木藤 そうですね。私どもの石油事業は社会活動を営む上で、なくてはならないものです。これをすぐさま新しいエネルギーに全て置き換えることは考えられない。ですから既存の事業を生かしながら、将来に向けたトランスフォーメーションを進めていくという両輪が必要で、その方策についてさまざまな議論を重ねています。

佐藤 その一つが今年2月に発表された超小型EV(電気自動車)ですね。石油会社がガソリンを使わない電気自動車を作るという発想が、とてもおもしろい。

木藤 全長2・5メートル、全幅1・3メートル、高さ1・8メートルで、軽自動車よりは小さく原動機付自転車より大きい4人乗り超小型電気自動車を開発しています。令和4年度までに発売する予定です。

佐藤 かなり小さいですね。

木藤 主にご近所へ買い物に行ったり、ちょっとした集まりに出たりする際に使っていただくことを想定しています。
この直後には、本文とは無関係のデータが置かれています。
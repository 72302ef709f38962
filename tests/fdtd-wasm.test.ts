/**
 * The 2-D grid's WebAssembly step (src/physics/fdtd/wasm/tmz-step.c) does the
 * same arithmetic as its TypeScript step: bit-identical fields after a pulse
 * has crossed both absorbers (independent computation: the two builds of one update).
 */
import { describe, expect, it } from 'vitest';
import { TmzGrid2D, cpmlCoefficients, resolveDesign } from '../src/physics';
import { wasmSwitch } from '../src/physics/fdtd/wasm/runtime';

function run(webAssembly: boolean, left: boolean, right: boolean) {
  wasmSwitch.enabled = webAssembly;
  try {
    const dt = 0.69;
    const coef = cpmlCoefficients(resolveDesign({ layers: 7, order: 3, kappaMax: 2, alphaMaxNorm: 0.1 }), dt);
    const g = new TmzGrid2D({ cells: 120, transverseCells: 12, courantMedium: dt, left: left ? coef : null, right: right ? coef : null });
    const src = (g.leftInterface + 10) * 12;
    for (let n = 0; n < 500; n++) {
      g.step();
      const t = n - 60;
      for (let j = 0; j < 12; j++) g.ez[src + j] += Math.sin(0.3 * t) * Math.exp(-((t / 15) ** 2)) * Math.cos((2 * Math.PI * j) / 12);
    }
    return { used: g.usesWebAssembly, ez: Array.from(g.ez), hx: Array.from(g.hx), hy: Array.from(g.hy) };
  } finally {
    wasmSwitch.enabled = true;
  }
}

describe('2-D step: WebAssembly and TypeScript builds', () => {
  for (const [left, right] of [[true, true], [true, false], [false, true], [false, false]] as const) {
    it(`agree bit for bit (absorber left: ${left}, right: ${right})`, () => {
      const a = run(true, left, right);
      const b = run(false, left, right);
      expect(a.used).toBe(true); // Node 20 runs WebAssembly with SIMD
      expect(b.used).toBe(false);
      for (const f of ['ez', 'hx', 'hy'] as const) {
        expect(a[f].length).toBe(b[f].length);
        expect(a[f].every((v, k) => Object.is(v, b[f][k]))).toBe(true);
      }
      expect(a.ez.some((v) => v !== 0)).toBe(true);
    });
  }
});
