/**
 * Exact reflection |r| of one absorber spilled with a row per cells-per-wavelength value and a column per angle, at most 2,000,000 cells × layers.
 * Example: =HUSH.REFLECTION_TABLE(10, 3, {20; 40}, {0, 45}) → {0.0000272370009191594, 0.0000184095775466616; 0.0000258712214847077, 0.0000178816788954536}
 * @customfunction REFLECTION_TABLE
 * @helpurl https://localhost:3000/help/REFLECTION_TABLE.html
 * @cancelable
 * @param layers Absorber thickness N in cells: a whole number; ≥ 1, ≤ 200.
 * @param order Polynomial grading order m of σ and κ (3 or 4 is usual): a number; ≥ 0, ≤ 10.
 * @param ppw_list Cells per wavelength in the background medium: a range or a single value, at most 500 values; one result row each.
 * @param [angles] Angles of incidence, 0 ≤ θ < 90 degrees: a range or a single value, numbers (degrees) or text with a unit ("0.5 rad"), at most 500 values; one result column each. Default 0.
 * @param [strength] σ_max/σ_opt, with σ_opt = 0.8(m+1)/(η₀Δn): a number; > 0, ≤ 20. Default 1.
 * @param [kappa_max] κ at the back of the absorber: a number; ≥ 1, ≤ 100. Default 1.
 * @param [alpha_max_norm] CFS shift α_max·η₀·Δ·n (dimensionless): a number; ≥ 0, ≤ 10. Default 0.
 * @param [alpha_order] Order of the reversed α grading: a number; ≥ 0, ≤ 10. Default 1.
 * @param [courant] Vacuum Courant number S = cΔt/Δ (at most 1/√dimensions): a number; ≥ 0.0001, ≤ 1. Default 0.99/√dimensions.
 * @param [index] Background refractive index at the absorber: a number; ≥ 1, ≤ 100. Default 1.
 * @param [dimensions] Grid dimensions (1, 2 or 3): a whole number; ≥ 1, ≤ 3. Default 3.
 * @param [sampling] Your solver's grid convention for the absorber profiles: node (each node at its own depth), average (each node the mean over its cell), offset (the profile starts half a cell early), lagged (one array for E and H), all (a design that holds under node, average and offset): one of node, average, offset, lagged, all (any letter case). Default node.
 * @param [decay] Decay length L in cells of an evanescent incident field e^(−d/L) normal to the face (instead of an angle): a number; > 0, ≤ 1000000. Default none (a propagating wave).
 * @param [azimuth] Azimuth of the direction about the x axis (3-D grids): an angle such as 30 deg, 30° or 0.5 rad; a bare number is in deg; ≥ -360°, ≤ 360°. Default 0.
 * @returns Amplitude reflection |r|, rows by cells per wavelength, columns by angle.
 */
export function reflectionTable(
  layers: any,
  order: any,
  ppw_list: any[][],
  angles?: any[][],
  strength?: any,
  kappa_max?: any,
  alpha_max_norm?: any,
  alpha_order?: any,
  courant?: any,
  index?: any,
  dimensions?: any,
  sampling?: any,
  decay?: any,
  azimuth?: any,
  invocation?: CustomFunctions.CancelableInvocation,
): Promise<number[][]> {
  return asWorksheet(
    () => {
      const ppws = valuesArg<'number'>('ppw_list', 'ppw', ppw_list, TABLE_SIDE_MAX);
      const angleList = isOmitted(angles) ? [0] : valuesArg<'angle'>('angles', 'angle', angles, TABLE_SIDE_MAX);
      // Every argument is read (and checked) with each angle, as each cell would read it; ppw_list was checked value by value.
      const perAngle = angleList.map((angle) =>
        absorberAndWave(layers, order, ppws[0], angle, strength, kappa_max, alpha_max_norm, alpha_order, courant, index, dimensions, sampling, decay, azimuth),
      );
      const { design, wave } = perAngle[0];
      const { ppw: _ppw, angleDeg: _angle, ...same } = wave;
      return tableOf({ kind: 'table', design, wave: same, ppws, angles: angleList }, invocationOf(invocation));
    },
    (t: number[][]) => t,
  );
}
佐藤 一回の充電で、どれくらいの距離を走れるのですか。

木藤 8時間充電して120キロ前後は走ります。用途を考えるとそれで十分なんですね。いまは水素を燃料としたFCV(燃料電池自動車)もありますが、私どものEVのサイズだと、燃料電池を搭載するのは無理があります。

佐藤 このアイデアはどこから出てきたのですか。

木藤 私どもはタジマモーターコーポレーションという会社と組んで「出光タジマEV」という会社を設立しました。今後、認可をいただければ日本で12番目の乗用車メーカーになりますが、そのタジマモーターの会長・田嶋伸博さんは元レーサーです。彼はレーシングカーをEVにするなど、EV事業に進出しようと考えていました。ただ充電の場所や整備工場、販売ネットワークなどそのインフラを一から立ち上げていくのは、非常に大変です。ちょうど同じ頃、私どもはカーボンニュートラルの流れの中で、SS(サービスステーション)と呼ぶガソリンスタンドをどうするか考えていた。その時、EVのインフラにSSを使えるのではないかと意気投合しました。それが3年ほど前のことになります。

佐藤 私はそのニュースを見た時、これは電動車椅子の延長線上にある発想ではないかと思いました。電動車椅子は、ただ移動するだけでなく、買い物に便利で、荷物を載せることができる。だから電動車椅子を大きくしていくと超小型EVになる。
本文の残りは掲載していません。